One of the necessary conditions of admissibility of dying declaration is that the circumstances must have a proximate relation to the actual occurrence. The circumstances of the transaction should be what resulted in the death of the declarant.[15] Thus, it can be concluded that the Indian law has departed considerably from the English law in this regard.

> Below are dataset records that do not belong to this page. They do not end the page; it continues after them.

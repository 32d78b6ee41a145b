"""Poles and zeros of a compensated amplifier as paper has them: one function per formula, in Hz.

A zero is positive in the right half plane, negative in the left; a pole is given by its size.

Sources: Gray, Hurst, Lewis and Meyer, "Analysis and Design of Analog Integrated Circuits", 5th ed. 2009, sec. 7.3.6
and 9.4 (splitting, right-half-plane zero, nulling resistor), 7.3.5 (mirror); Sedra and Smith, "Microelectronic
Circuits", 8th ed. (followers).
"""

from __future__ import annotations

import math
from collections.abc import Sequence

from msgspec import Struct

TWO_PI = 2.0 * math.pi
GRAY = "Gray, Hurst, Lewis and Meyer, Analysis and Design of Analog Integrated Circuits, 5th ed., 2009"
WIDEST = 1e6
CLOSE = 1e-12


class Formula(Struct, frozen=True):
    """One formula as written on paper: its name, where it holds, and who published it."""

    name: str
    written: str
    valid: str
    source: str


DOMINANT_POLE = Formula(
    "dominant pole",
    "1/(2π·R1·(C1 + C_c·(1 + A2)))",
    "R1 and C1 at the input of the compensated stage, A2 its gain; the load's own R2·(C_L + C_c) is left out",
    f"{GRAY}, sec. 7.3.6 and 9.4.2",
)
LOADED_POLE = Formula(
    "dominant pole, load counted",
    "1/(2π·(R1·(C1 + C_c·(1 + A2)) + R2·(C_c + C_L)))",
    "R2 at the output of the stage; where C1 and C_c at the input do not make nearly all of b1",
    f"{GRAY}, sec. 7.3.6 and 9.4.2 (eq. 9.28, from memory)",
)
SECOND_POLE = Formula(
    "second pole",
    "gm2·C_c/(2π·(C1·C_L + C_c·(C1 + C_L)))",
    "A2 far above 1 and the poles far apart; C_c joins input and output of the stage there",
    f"{GRAY}, sec. 9.4.2 (eq. 9.33)",
)
LOADED_SECOND_POLE = Formula(
    "second pole, load counted",
    "b1/(2π·R1·R2·(C1·C_L + C_c·(C1 + C_L)))",
    "b1 = R1·(C1 + C_c·(1 + A2)) + R2·(C_c + C_L); the poles far apart",
    f"{GRAY}, sec. 7.3.6 and 9.4.2 (eq. 9.30, from memory)",
)
RIGHT_HALF_PLANE_ZERO = Formula(
    "zero, right half plane",
    "gm2/(2π·C_c)",
    "nothing in series with C_c; what passes forward through C_c cancels gm2 there",
    f"{GRAY}, sec. 9.4.2 (eq. 9.27)",
)
GATE_DRAIN_ZERO = Formula(
    "zero through C_gd",
    "gm/(2π·C_gd)",
    "a transistor of the signal path with its source at AC ground and nothing in series with C_gd; right half plane",
    f"{GRAY}, sec. 7.2.1",
)
BASE_COLLECTOR_ZERO = Formula(
    "zero through C_μ",
    "gm/(2π·C_μ)",
    "a transistor of the signal path with its emitter at AC ground and nothing in series with C_μ; right half plane",
    f"{GRAY}, sec. 7.2.1",
)
NULLED_ZERO = Formula(
    "zero of the nulling resistor",
    "1/(2π·C_c·(1/gm2 − R_z))",
    "R_z in series with C_c; right half plane below R_z = 1/gm2, none at it, left half plane above",
    f"{GRAY}, sec. 9.4.3",
)
THIRD_POLE = Formula(
    "third pole",
    "1/(2π·R_z·C1)",
    "R_z in series with C_c, and C1 far below C_c and C_L",
    f"{GRAY}, sec. 9.4.3 (from memory)",
)
MIRROR_POLE = Formula(
    "mirror pole",
    "gm/(2π·C_m), C_m = 2·C_gs",
    "C_m all capacitance at the mirror's input; half of the signal passes the mirror",
    f"{GRAY}, sec. 7.3.5",
)
BIPOLAR_MIRROR_POLE = Formula(
    "mirror pole",
    "gm/(2π·C_m), C_m = 2·C_π",
    "C_m all capacitance at the mirror's input; half of the signal passes the mirror; current gain far above 1",
    f"{GRAY}, sec. 7.3.5",
)
MIRROR_ZERO = Formula(
    "mirror zero",
    "2·gm/(2π·C_m)",
    "one octave above the mirror's pole: the other half of the signal goes past it",
    f"{GRAY}, sec. 7.3.5",
)
FOLLOWER_ZERO = Formula(
    "zero of a follower",
    "(gm + 1/r_π)/(2π·C_π)",
    "C_π or C_gs, which passes forward, and nothing in series with it; left half plane",
    f"{GRAY}, sec. 7.2.3",
)
DEGENERATION_ZERO = Formula(
    "zero of a bypassed resistor",
    "1/(2π·R_E·C_E)",
    "C_E beside R_E under a transistor of which the other end is the signal's output; left half plane",
    "common practice",
)
BRIDGED_RESISTOR_ZERO = Formula(
    "zero of a bridged resistor",
    "1/(2π·R·C)",
    "C beside R, both in the signal path; left half plane",
    "common practice",
)
LOAD_POLE = Formula(
    "pole of the load",
    "1/(2π·R_out·C_L)",
    "C_L all capacitance at the output, R_out all resistance there; no node before it nearly as slow",
    f"{GRAY}, sec. 9.4.1 and 6.7 (from memory)",
)
CASCODE_POLE = Formula(
    "pole of a cascode's source",
    "(gm + g_mb)/(2π·C_node)",
    "C_node all capacitance at the source (emitter) of the cascode or folded cascode",
    f"{GRAY}, sec. 7.3.4 and 6.7 (from memory)",
)
UNITY_GAIN_OF_LOAD = Formula(
    "unity gain frequency",
    "gm1/(2π·C_L)",
    "one pole alone below it, that of the load; gm1 is what 1 V of drive sends to the output",
    f"{GRAY}, sec. 9.4.1 and 6.7 (from memory)",
)
UNITY_GAIN_LOADED = Formula(
    "unity gain frequency",
    "gm1·R1·A2/(2π·b1)",
    "b1 = R1·(C1 + C_c·(1 + A2)) + R2·(C_c + C_L): A2 not far above 1 or the load not far below C_c·A2",
    f"{GRAY}, sec. 7.3.6 (from memory)",
)
UNITY_GAIN = Formula(
    "unity gain frequency",
    "gm1/(2π·C_c)",
    "one pole alone below it; gm1 feeds the compensated stage",
    f"{GRAY}, sec. 9.4.2",
)
UNITY_GAIN_WITH_ROOTS = Formula(
    "with further poles and zeros",
    "gm1/(2πf·C_c)·Π√(1 + (f/z)²)/Π√(1 + (f/p)²) = 1",
    "the dominant pole far below; poles and zeros by the formulas above",
    f"{GRAY}, sec. 9.4 (from memory)",
)
PHASE_MARGIN = Formula(
    "phase margin",
    "180° − Σ atan(f/p) − Σ ±atan(f/z)",
    "real poles and zeros by the formulas above; a zero of the right half plane uses phase, one of the left gives it",
    f"{GRAY}, sec. 9.3",
)
FORMULAS: tuple[Formula, ...] = (
    DOMINANT_POLE,
    LOADED_POLE,
    SECOND_POLE,
    LOADED_SECOND_POLE,
    RIGHT_HALF_PLANE_ZERO,
    GATE_DRAIN_ZERO,
    BASE_COLLECTOR_ZERO,
    NULLED_ZERO,
    THIRD_POLE,
    MIRROR_POLE,
    BIPOLAR_MIRROR_POLE,
    MIRROR_ZERO,
    FOLLOWER_ZERO,
    DEGENERATION_ZERO,
    BRIDGED_RESISTOR_ZERO,
    LOAD_POLE,
    CASCODE_POLE,
    UNITY_GAIN_OF_LOAD,
    UNITY_GAIN,
    UNITY_GAIN_LOADED,
    UNITY_GAIN_WITH_ROOTS,
    PHASE_MARGIN,
)


def dominant_pole_hz(r_1: float, c_1: float, c_c: float, a_2: float) -> float:
    """Give 1/(2π·R1·(C1 + C_c·(1 + A2))) in Hz of R1 in ohm and the capacitances in F.

    Source: Gray, Hurst, Lewis and Meyer, 5th ed., 2009, sec. 7.3.6.
    """
    return 1.0 / (TWO_PI * r_1 * (c_1 + c_c * (1.0 + a_2)))


def loaded_pole_hz(r_1: float, c_1: float, c_c: float, a_2: float, r_2: float, c_l: float) -> float:
    """Give 1/(2π·(R1·(C1 + C_c·(1 + A2)) + R2·(C_c + C_L))) in Hz; ohm and F.

    Source: Gray, Hurst, Lewis and Meyer, 5th ed., 2009, sec. 7.3.6 and 9.4.2 (from memory).
    """
    return 1.0 / (TWO_PI * (r_1 * (c_1 + c_c * (1.0 + a_2)) + r_2 * (c_c + c_l)))


def loaded_second_pole_hz(r_1: float, c_1: float, c_c: float, a_2: float, r_2: float, c_l: float) -> float:
    """Give b1/(2π·R1·R2·(C1·C_L + C_c·(C1 + C_L))) in Hz, infinite without C1 and C_L; ohm and F.

    Source: Gray, Hurst, Lewis and Meyer, 5th ed., 2009, sec. 7.3.6 and 9.4.2 (from memory).
    """
    b_2 = r_1 * r_2 * (c_1 * c_l + c_c * (c_1 + c_l))
    return 1.0 / (TWO_PI**2 * loaded_pole_hz(r_1, c_1, c_c, a_2, r_2, c_l) * b_2) if b_2 else math.inf


def load_pole_hz(r_out: float, c_l: float) -> float:
    """Give 1/(2π·R_out·C_L) in Hz; ohm and F. Source: Gray, Hurst, Lewis and Meyer, sec. 9.4.1 (from memory)."""
    return 1.0 / (TWO_PI * r_out * c_l)


def cascode_pole_hz(gm: float, g_mb: float, c_node: float) -> float:
    """Give (gm + g_mb)/(2π·C_node) in Hz; S and F. Source: Gray, Hurst, Lewis and Meyer, sec. 7.3.4 (from memory)."""
    return (gm + g_mb) / (TWO_PI * c_node)


def second_pole_hz(gm_2: float, c_1: float, c_l: float, c_c: float) -> float:
    """Give gm2·C_c/(2π·(C1·C_L + C_c·(C1 + C_L))) in Hz, infinite without C1 and C_L; gm2 in S, the others in F.

    Source: Gray, Hurst, Lewis and Meyer, 5th ed., 2009, sec. 9.4.2, eq. 9.33.
    """
    together = c_1 * c_l + c_c * (c_1 + c_l)
    return gm_2 * c_c / (TWO_PI * together) if together else math.inf


def right_half_plane_zero_hz(gm_2: float, c_c: float) -> float:
    """Give gm2/(2π·C_c) in Hz, positive: right half plane. Source: Gray, Hurst, Lewis and Meyer, sec. 9.4.2."""
    return gm_2 / (TWO_PI * c_c)


def nulled_zero_hz(gm_2: float, c_c: float, r_z: float) -> float:
    """Give 1/(2π·C_c·(1/gm2 − R_z)) in Hz, negative in the left half plane, infinite at R_z = 1/gm2.

    Source: Gray, Hurst, Lewis and Meyer, 5th ed., 2009, sec. 9.4.3.
    """
    left = 1.0 / gm_2 - r_z
    return 1.0 / (TWO_PI * c_c * left) if left else math.inf


def third_pole_hz(r_z: float, c_1: float) -> float:
    """Give 1/(2π·R_z·C1) in Hz. Source: Gray, Hurst, Lewis and Meyer, 5th ed., 2009, sec. 9.4.3 (from memory)."""
    return 1.0 / (TWO_PI * r_z * c_1)


def mirror_pole_hz(gm: float, c_m: float) -> float:
    """Give gm/(2π·C_m) in Hz, C_m in F at the mirror's input. Source: Gray, Hurst, Lewis and Meyer, sec. 7.3.5."""
    return gm / (TWO_PI * c_m)


def mirror_zero_hz(gm: float, c_m: float) -> float:
    """Give −2·gm/(2π·C_m) in Hz: left half plane. Source: Gray, Hurst, Lewis and Meyer, 5th ed., 2009, sec. 7.3.5."""
    return -2.0 * mirror_pole_hz(gm, c_m)


def follower_zero_hz(gm: float, r_pi: float, c_pi: float) -> float:
    """Give −(gm + 1/r_π)/(2π·C_π) in Hz: left half plane; r_π in ohm, infinite for a gate.

    Source: Gray, Hurst, Lewis and Meyer, 5th ed., 2009, sec. 7.2.3.
    """
    return -(gm + 1.0 / r_pi) / (TWO_PI * c_pi)


def bridged_resistor_zero_hz(ohm: float, farad: float) -> float:
    """Give −1/(2π·R·C) in Hz: left half plane; also of a bypassed R_E. Common practice."""
    return -1.0 / (TWO_PI * ohm * farad)


def unity_gain_hz(gm_1: float, c_c: float) -> float:
    """Give gm1/(2π·C_c) in Hz. Source: Gray, Hurst, Lewis and Meyer, 5th ed., 2009, sec. 9.4.2."""
    return gm_1 / (TWO_PI * c_c)


def unity_gain_with_roots_hz(single_hz: float, poles_hz: Sequence[float], zeros_hz: Sequence[float]) -> float | None:
    """Give f in Hz with (single/f)·Π√(1 + (f/z)²)/Π√(1 + (f/p)²) = 1; None where the zeros keep the gain above 1.

    single_hz: the unity gain frequency of the dominant pole alone. Source: Gray et al., sec. 9.4 (from memory).
    """

    def gain(f: float) -> float:
        rise = math.prod(math.hypot(1.0, f / z) for z in zeros_hz)
        return single_hz / f * rise / math.prod(math.hypot(1.0, f / p) for p in poles_hz)

    low, high = single_hz / WIDEST, single_hz
    # the first fall to 1, going up: zeros may lift the gain above what the dominant pole leaves
    while gain(high) >= 1.0:
        low, high = high, 1.25 * high
        if high > WIDEST * single_hz:
            return None
    while high / low - 1.0 > CLOSE:
        middle = math.sqrt(low * high)
        low, high = (middle, high) if gain(middle) >= 1.0 else (low, middle)
    return math.sqrt(low * high)


def phase_used_deg(f: float, poles_hz: Sequence[float], zeros_hz: Sequence[float]) -> float:
    """Give Σ atan(f/p) + Σ ±atan(f/z) in degrees: what real poles and zeros take from 180° at f in Hz.

    Source: Gray, Hurst, Lewis and Meyer, 5th ed., 2009, sec. 9.3.
    """
    used = sum(math.atan(f / p) for p in poles_hz) + sum(math.atan(f / z) for z in zeros_hz)
    return math.degrees(used)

The admissibility of dying declaration as a piece of evidence for convicting an accused is yet a matter in need of scholastic debates and intellectual interpretation. The circumstances, procedure of recording, the person recording the declaration and the state of mind (consent) of the declarant, give rise to issues in need of further judicial interpretation. However, keeping in mind the opinions of the various courts, it can be concluded that the dying declaration should be recorded scrupulously owing to the sanctity that the courts attach to it. It will retain its full value only if it has been made voluntarily and is true. Convictions can be made on this basis, without the need of any corroboration, if the court is satisfied that the declaration made is true. Moreover, the certificate of the doctor should reflect that the declarant was in a fit state of mind at the time of making the declaration. All these conditions have to be considered while relying on a dying declaration as a piece of evidence.

[1] Indian Evidence Act, 1872, § 32.

[2] Sharad v. State of Maharashtra AIR 1984 SC 1622. See also Kishan Bahadur v. State of Andhra Pradesh 1994 Cr LJ 1418.

[3] 2 Woodroffe and Amir Ali, Law of Evidence 1623 (19th ed. 2013).

[4] 1 Sudipto Sarkar, Sarkar Law of Evidence: In India, Pakistan, Bangladesh, Burma, Ceylon, Malaysia & Singapore 878 (18th e.d. 2014)

[5] R v. Peel 2 F&F 21. See also R v. Gloster 16 Cox 471, R v. Hayward 6 C & P 160, R v. Jenkins LR 1 CCR 92.

[6] R v. Woodcock (1787) 1 Leach 500, 504. See also R v. Perry 1909 2 KB 697, 701, Sham Shankar Kankaria v. State of Maharashtra (2006) 13 SCC 165.

[7] R v. Jenkins LR 1 CCR 92.

[8] Rajindra Kumara v. State AIR 1960 Punj 310.

[9] 1 Sudipto Sarkar, Sarkar Law of Evidence: In India, Pakistan, Bangladesh, Burma, Ceylon, Malaysia & Singapore 878 (18th e.d. 2014)

[10] Pakala Narayanan Swami v. Emperor AIR 1939 PC 47. See also State v. Kanchan Singh AIR 1954 All 153.

[11] 2 Woodroffe and Amir Ali, Law of Evidence 1623 (19th ed. 2013).

[12] Ram Nath Madhoprasad v. State of Madhya Pradesh  AIR 1953 SC 420.

[13] Ram Nath Madhoprasad v. State of Madhya Pradesh  AIR 1953 SC 420. See also Khushal Rao v. State of Bombay (1958) SCR 552, Tarachand Damu Sutar v. State of Maharashtra (1962)  2 SCR 775, Munnu Raja v. State of Madhya Pradesh 1976 3 SCC 104.

[14]Emperor v. Premanand Dutt  ILR 52 Cal 987.